Tesis – Conclusions and Future Work

8.7 Conclusions and Future Work

As the importance of sign languages is recognized throughout the world, the inclusion of the signing community in the digital economy is fundamental. To this end, computational representations of sign languages are necessary, both for end users and researchers alike. In the case of SignWriting, much of the available data exist in image formats, understandable by humans but not machines. Converting SignWriting images into a computational representation is a necessary first step to automatically process them, but requires state-of-the-art applications of artificial intelligence, since images are not easy to process using hand-crafted rules or ad-hoc procedures.

We have presented a careful analysis of the data underlying the problem, establishing a categorization of the different meanings of SignWriting symbols into hierarchical features. This formalization is itself one of our contributions, a computationally valid representation which captures the intended meaning of SignWriting transcriptions into a numerical representation of the positions of graphemes within a logogram and additional key-value pairs of features for each of them.

To automatically reproduce this representation for new instances of SignWriting, the best approach is to use deep learning, able to capture complex relationships in the data and generalize from the patterns present in a training corpus to the general case. However, large amounts of data are necessary to make deep learning approaches work reliably. For our problem, there does not exist a reference corpus of data, or a similar problem from which to transfer learned neural network weights.
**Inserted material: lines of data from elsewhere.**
//! A small OpenAI-compatible chat server on loopback, written for the
//! remote-drafter tests. It implements exactly this much of the protocol:
//!
//! - `POST <any path>` with a JSON body; the request line, headers and body
//!   are recorded (the tests read `model`, `messages`, `stream` and the
//!   `Authorization` header).
//! - a non-streaming reply: `200`, `application/json`,
//!   `{"id", "object": "chat.completion", "model", "choices": [{"index": 0,
//!   "message": {"role": "assistant", "content"}, "finish_reason": "stop"}],
//!   "usage": {"prompt_tokens", "completion_tokens", "total_tokens"}}`;
//! - a streaming reply: `200`, `text/event-stream`, one
//!   `data: {"choices": [{"index": 0, "delta": {"content"}, "finish_reason"}]}`
//!   event per piece, then `data: [DONE]`;
//! - scripted failures: any status with a body and optional `Retry-After`,
//!   a delay before replying, or raw bytes (for malformed replies).
//!
//! Each connection serves one request (`Connection: close`); replies are
//! taken from the script in order.

use std::io::{BufRead, BufReader, Read, Write};
use std::net::{TcpListener, TcpStream};
use std::sync::{Arc, Mutex};
use std::time::Duration;

#[derive(Clone)]
pub enum Reply {
    Json(String),
    Stream(Vec<String>),
    Status {
        code: u16,
        body: String,
        retry_after: Option<u32>,
    },
    Delay(Duration, Box<Reply>),
    /// Raw body with a content type, sent as given.
    Raw(&'static str, String),
}

#[derive(Debug, Clone)]
pub struct Recorded {
    pub path: String,
    pub headers: Vec<(String, String)>,
    pub body: serde_json::Value,
}

pub struct Endpoint {
    pub base_url: String,
    pub requests: Arc<Mutex<Vec<Recorded>>>,
}

fn read_request(stream: &mut TcpStream) -> Option<Recorded> {
    let mut r = BufReader::new(stream.try_clone().ok()?);
    let mut line = String::new();
    r.read_line(&mut line).ok()?;
    let path = line.split_whitespace().nth(1)?.to_string();
    let mut headers = Vec::new();
    let mut len = 0usize;
    loop {
        let mut h = String::new();
        r.read_line(&mut h).ok()?;
        let h = h.trim_end();
        if h.is_empty() {
            break;
        }
        if let Some((k, v)) = h.split_once(':') {
            let (k, v) = (k.trim().to_lowercase(), v.trim().to_string());
            if k == "content-length" {
                len = v.parse().unwrap_or(0);
            }
            headers.push((k, v));
        }
    }
    let mut body = vec![0u8; len];
    r.read_exact(&mut body).ok()?;
    Some(Recorded {
        path,
        headers,
        body: serde_json::from_slice(&body).unwrap_or(serde_json::Value::Null),
    })
}

fn reason(code: u16) -> &'static str {
    match code {
        200 => "OK",
        400 => "Bad Request",
        401 => "Unauthorized",
        404 => "Not Found",
        429 => "Too Many Requests",
        500 => "Internal Server Error",
        503 => "Service Unavailable",
        _ => "Status",
    }
}

fn send(stream: &mut TcpStream, reply: &Reply, model: &str) -> std::io::Result<()> {
    match reply {
        Reply::Delay(d, inner) => {
            std::thread::sleep(*d);
            send(stream, inner, model)
        }
        Reply::Json(content) => {
            let body = serde_json::json!({
                "id": "chatcmpl-test",
                "object": "chat.completion",
                "model": model,
                "choices": [{"index": 0, "message": {"role": "assistant", "content": content}, "finish_reason": "stop"}],
                "usage": {"prompt_tokens": 11, "completion_tokens": 7, "total_tokens": 18}
            })
            .to_string();
            write!(
                stream,
                "HTTP/1.1 200 OK\r\nContent-Type: application/json\r\nContent-Length: {}\r\nConnection: close\r\n\r\n{body}",
                body.len()
            )
        }
        Reply::Stream(pieces) => {
            write!(
                stream,
                "HTTP/1.1 200 OK\r\nContent-Type: text/event-stream\r\nConnection: close\r\n\r\n"
            )?;
            for (i, p) in pieces.iter().enumerate() {
                let fin = if i + 1 == pieces.len() {
                    serde_json::json!("stop")
                } else {
                    serde_json::Value::Null
                };
                let ev = serde_json::json!({
                    "id": "chatcmpl-test", "object": "chat.completion.chunk", "model": model,
                    "choices": [{"index": 0, "delta": {"content": p}, "finish_reason": fin}]
                });
                write!(stream, "data: {ev}\n\n")?;
                stream.flush()?;
                std::thread::sleep(Duration::from_millis(5));
            }
            write!(stream, "data: [DONE]\n\n")
        }
        Reply::Status {
            code,
            body,
            retry_after,
        } => {
            let ra = retry_after
                .map(|s| format!("Retry-After: {s}\r\n"))
                .unwrap_or_default();
            write!(
                stream,
                "HTTP/1.1 {code} {}\r\nContent-Type: application/json\r\nContent-Length: {}\r\n{ra}Connection: close\r\n\r\n{body}",
                reason(*code),
                body.len()
            )
        }
        Reply::Raw(ctype, body) => write!(
            stream,
            "HTTP/1.1 200 OK\r\nContent-Type: {ctype}\r\nContent-Length: {}\r\nConnection: close\r\n\r\n{body}",
            body.len()
        ),
    }
}

/// Start the server with a script of replies; it stops when the test ends.
pub fn serve(script: Vec<Reply>) -> Endpoint {
    let listener = TcpListener::bind("127.0.0.1:0").unwrap();
    let addr = listener.local_addr().unwrap();
    let requests = Arc::new(Mutex::new(Vec::new()));
    let recorded = requests.clone();
    std::thread::spawn(move || {
        let mut script = script.into_iter();
        for stream in listener.incoming() {
            let Ok(mut stream) = stream else { continue };
            let Some(req) = read_request(&mut stream) else {
                continue;
            };
            let model = req.body["model"].as_str().unwrap_or("").to_string();
            recorded.lock().unwrap().push(req);
            let reply = script.next().unwrap_or(Reply::Status {
                code: 500,
                body: r#"{"error":{"message":"script exhausted"}}"#.into(),
                retry_after: None,
            });
            let _ = send(&mut stream, &reply, &model);
            let _ = stream.flush();
        }
    });
    Endpoint {
        base_url: format!("http://{addr}/v1"),
        requests,
    }
}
We have collected the necessary samples, and created a corpus (Chapter 6, or Sevilla, Lahoz-Bengoechea, y Díaz (2022)) with which to train the algorithms. Still, the amount of data available is small, and costly to annotate. However, we have shown that the annotation pays off if done carefully. Our use of many features, decided both from a semantic point of view and the necessities of the visual processing required for the problem, has allowed us to build an expert solution able to automatically recognize SignWriting. Compared to the simple, direct approach using a single YOLO network, our proposed improved system uses many deep learning networks, combined in an intelligent pipeline which can extract additional information and make decisions based on previous steps of processing, achieving a 17% improvement in recognition accuracy and additionally being able to extract partial information even when recognition fails.

On the whole, domain knowledge about the problem has let us create a system which utilizes deep learning approaches even in a situation where no existing data can be found, by collecting the corpus ourselves, defining a formal schema for its annotation, and exploiting it to get the best performance from the neural networks employed. Our ideas and approach may be useful not only to process SignWriting instances, but may be applicable to other problems where the data available are less numerous than the expert knowledge that can be collected.

8.7.1 Future work

There are three straight-forward directions in which this research can be improved. On one hand, collecting more and more varied data will likely improve performance of the system, and solve some of the limitations outlined above. A second direction to go is downstream, putting the recognized SignWriting representation to use in more consumer applications. The needs of these applications will tell us what the strong points of our approach are, and where its need to improve to support their use case. Finally, the components themselves used in the system may be improved. We have used readily available neural network architectures, as can be found in the literature, and with implementations that we can directly use. Fine-tuning the network parameters, or swapping some of them for networks better suited to each particular sub-task, will surely improve overall performance.

There is also room for alternative approaches to be tried. An ensemble of neural networks, where their results are weighed and combined, can help improve detection and classification of rarer graphemes, or correct frequent errors for certain common or uncommon situations. A custom neural architecture that embeds all the steps in our pipeline may be possible, which would facilitate feedback between steps, or some other technique for improving the results of earlier steps in the pipeline by taking into account the confidence of later steps.

Acknowledgments

The development of the expert system described in this paper is part of the project “Visualizando la SignoEscritura” (Visualizing SignWriting, https://www.ucm.es/visse), reference number PR2014_19/01, developed in the Faculty of Computer Science of Universidad Complutense de Madrid, and funded by Indra and Fundación Universia in the IV call for funding aid for research projects with application to the development of accessible technologies. We want to acknowledge the collaboration of the signing community, especially the Spanish Sign Language teachers at Idiomas Complutense and Fundación CNSE.